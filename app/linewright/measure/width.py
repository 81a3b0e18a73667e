"""Width of the narrowest lines: the instrument's profile or the star's own lines."""

from __future__ import annotations

import numpy as np


def extrema_widths(wave, y, noise, smooth: int):
    """FWHM of distinct strong extrema: (wave, FWHM in Angstrom, FWHM in samples).

    y: (continuum - flux)/continuum, shape (n,) without gaps; noise: one sigma of y, (n,);
    smooth: samples of the running mean that tames the noise (1: none). Each side is
    followed down from the extremum to half of its height above the zero level; a side
    that turns up before (a blend) does not count, the other is doubled.
    """
    kernel = np.ones(smooth) / smooth
    run = np.convolve(y, kernel, mode="same") if smooth > 1 else y
    found = []
    for sign in (1.0, -1.0):
        z = sign * run
        top = np.flatnonzero((z[1:-1] > z[:-2]) & (z[1:-1] >= z[2:])) + 1
        top = top[z[top] > np.maximum(20.0 * noise[top] / np.sqrt(smooth), 0.03)]
        for i in top:
            sides = [_half_way(z, i, step) for step in (-1, 1)]
            ends = [s for s in sides if s is not None]
            if len(ends) == 2 and max(ends) < 2.0 * min(ends):
                pixels = max(sum(ends) ** 2 - (smooth**2 - 1) * 0.46, 1.0) ** 0.5
                step = (wave[min(i + 1, len(wave) - 1)] - wave[i - 1]) / 2.0
                found.append((wave[i], pixels * step, pixels))
    return np.array(found).reshape(-1, 3)


def _half_way(z, i, step):
    """Samples from extremum i to half its height going ``step``; None when it turns up."""
    half, last, k = 0.5 * z[i], z[i], i + step
    rise = 0.05 * z[i]
    lowest = z[i]
    while 0 <= k < len(z) and abs(k - i) < 400:
        if z[k] <= half:
            return abs(k - i) - (half - z[k]) / (last - z[k])
        lowest = min(lowest, z[k])
        if z[k] > lowest + rise:
            return None
        last = z[k]
        k += step
    return None


def narrow_width(found: np.ndarray, column: int = 1, quantile: float = 0.25) -> float:
    """The lower quartile of log widths: typical of unblended, unsaturated lines; or NaN."""
    if len(found) < 3:
        return float(np.min(found[:, column])) if len(found) else float("nan")
    return float(np.exp(np.quantile(np.log(found[:, column]), quantile)))


def width_nodes(found: np.ndarray, low: float, high: float) -> tuple[np.ndarray, np.ndarray]:
    """Nodes (wave, FWHM in Angstrom) between ``low`` and ``high``.

    Constant resolving power or constant FWHM, whichever the lines' widths follow better
    (least scatter of the lower half), with one typical value: few lines carry no more.
    """
    ends = np.array([low, high])
    if len(found) < 3:
        value = narrow_width(found)
        return ends, np.array([value, value])
    flat = narrow_width(found)
    slope = narrow_width(np.c_[found[:, 0], found[:, 1] / found[:, 0]])
    if len(found) < 30:
        return ends, slope * ends
    def spread(scaled):
        log = np.sort(np.log(scaled))[: max(3, len(scaled) // 2)]
        return log[-1] - log[len(log) // 4]
    if spread(found[:, 1]) < 0.97 * spread(found[:, 1] / found[:, 0]):
        return ends, np.array([flat, flat])
    return ends, slope * ends
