"""Noise at the highest frequencies, where no line of a sampled spectrum reaches.

A Gaussian line of sigma s samples falls off as exp(-(s w)^2 / 2) towards the Nyquist
frequency w = pi: at three samples per FWHM a ten-thousandth is left there. White noise has
the same power everywhere. So narrow bands, one at pi and others below it, that scatter
alike show the noise itself however crowded the lines are; a fall towards pi tells of
correlated samples (or of lines too narrow for their samples), and then nothing is said.
"""

from __future__ import annotations

from dataclasses import dataclass

import numpy as np

from .matched import noise_gain

MAD = 1.482602
SPREAD = 2.5  # samples: sigma of the bands' envelope
BANDS = (1.0, 0.86, 0.72)  # of pi
ALIKE = 0.06  # difference of the two bands that white noise may show beside chance
SLIGHT = 0.63  # ratio of the first two bands that lines two samples wide may bring
SHARE = 0.08  # independent values of |band| per sample, as its median's scatter has it
LEAST = 150  # samples below which no verdict is reached
BLOCK = 1500
BLURS = np.linspace(0.05, 2.5, 99)  # samples
DIGITS = 3.0  # times the rounding noise below which the highest frequencies may be that


@dataclass(frozen=True, eq=False)
class Floor:
    """sigma: noise at the highest frequencies at every sample, (n,); fall: scatter there over
    that of the next band; white: whether that
    is the noise as a whole; flat: whether the third band agrees too (sure of it);
    bound: whether the fall is so slight that lines may cause it, not only correlation."""

    sigma: np.ndarray
    fall: float
    white: bool
    flat: bool
    bound: bool


def band_kernel(place: float) -> np.ndarray:
    """Cosine of frequency ``place`` pi under a Gaussian envelope, zero sum, unit noise gain."""
    j = np.arange(-12, 13)
    envelope = np.exp(-0.5 * (j / SPREAD) ** 2)
    kernel = np.cos(place * np.pi * j) * envelope
    kernel -= envelope * kernel.sum() / envelope.sum()
    return kernel / np.sqrt(np.sum(kernel**2))


def band_scatter(flux, good, runs, place: float) -> np.ndarray:
    """|band| * MAD at every sample with usable surroundings, NaN elsewhere, (n,)."""
    kernel = band_kernel(place)
    half = len(kernel) // 2
    out = np.full(len(flux), np.nan)
    for run in runs:
        if run.stop - run.start <= len(kernel):
            continue
        value = np.abs(np.convolve(flux[run], kernel, "valid")) * MAD
        holes = np.convolve(~good[run], np.ones(len(kernel)), "valid") > 0.5
        out[run.start + half : run.stop - half] = np.where(holes, np.nan, value)
    return out


def noise_floor(flux, good, runs) -> Floor | None:
    """Floor of one segment, or None where it is too short to tell.

    flux: any unit, (n,); good: usable samples; runs: slices without gaps.
    """
    bands = np.array([band_scatter(flux, good, runs, place) for place in BANDS])
    fine = np.flatnonzero(np.isfinite(bands).all(axis=0))
    if len(fine) < LEAST:
        return None
    blocks = np.array_split(fine, max(1, round(len(fine) / BLOCK)))
    at = np.array([b.mean() for b in blocks])
    level = np.array([np.median(bands[:, b], axis=1) for b in blocks])
    if not np.all(level > 0):
        return None
    ratio = np.median(level[:, 0] / level[:, 1:].T, axis=1)
    alike = np.abs(ratio - 1.0) < ALIKE + 3.0 / np.sqrt(SHARE * len(fine))
    sigma = np.interp(np.arange(len(flux)), at, level[:, 0])
    return Floor(sigma, float(ratio[0]), bool(alike[0]), bool(alike.all()), bool(ratio[0] > SLIGHT))


def blur_of(floor: Floor, sigma: np.ndarray) -> float:
    """Sigma in samples of the Gaussian that smoothed the noise; 0 where that explains nothing.

    sigma: the whole noise, (n,). The level at the highest frequencies and its fall towards
    them each give a sigma, which must agree.
    """
    level = float(np.median(floor.sigma / sigma))
    if floor.flat or level > 0.85 or not 0.0 < floor.fall < 1.0:
        return 0.0
    grid = np.linspace(0.3, 2.5, 45)
    top, below = np.array([[_passed(place, b) for b in grid] for place in BANDS[:2]])
    by_level = float(np.interp(-level, -top, grid))
    by_fall = float(np.interp(-floor.fall, -np.minimum.accumulate(top / below), grid))
    return by_level if 1 / 1.5 < by_level / by_fall < 1.5 else 0.0


def largest_blur(floor: Floor | None, flux) -> float | None:
    """Blur in samples that the fall towards the highest frequencies allows at most, for
    lines only steepen that fall; None where nothing is said, as where the last digits of
    the flux fill those frequencies."""
    if floor is None or np.median(floor.sigma) < DIGITS * _digit(flux):
        return None
    top, below = np.array([[_passed(place, b) for b in BLURS] for place in BANDS[:2]])
    blur = float(np.interp(-floor.fall, -np.minimum.accumulate(top / below), BLURS))
    return blur if blur < BLURS[-1] else None


def unblurred(floor: Floor, blur: float) -> np.ndarray:
    """Whole noise, (n,), of which ``floor`` is what a blur left at the highest frequencies."""
    return floor.sigma / _passed(BANDS[0], blur)


def _digit(flux) -> float:
    """Noise of rounding to the last digit: the smallest step between values over sqrt(12)."""
    values = np.unique(flux)
    return float(np.min(np.diff(values), initial=np.inf)) / np.sqrt(12.0) if len(values) > 1 else 0.0


def _passed(place: float, b: float) -> float:
    """Scatter in a band of unit noise smoothed by a Gaussian of sigma b samples."""
    return noise_gain(band_kernel(place), blurred(b))


def blurred(b: float) -> np.ndarray:
    """Autocorrelation r_0, r_1, ... of white noise smoothed by a Gaussian of sigma b samples."""
    lags = np.arange(int(np.ceil(8.0 * b)) + 1)
    return np.exp(-0.25 * (lags / b) ** 2)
◆ ◆ ◆ ◆
Each line of the data that contains "fine" belongs in the answer.

    fine = np.flatnonzero(np.isfinite(bands).all(axis=0))
    if len(fine) < LEAST:
    blocks = np.array_split(fine, max(1, round(len(fine) / BLOCK)))
    alike = np.abs(ratio - 1.0) < ALIKE + 3.0 / np.sqrt(SHARE * len(fine))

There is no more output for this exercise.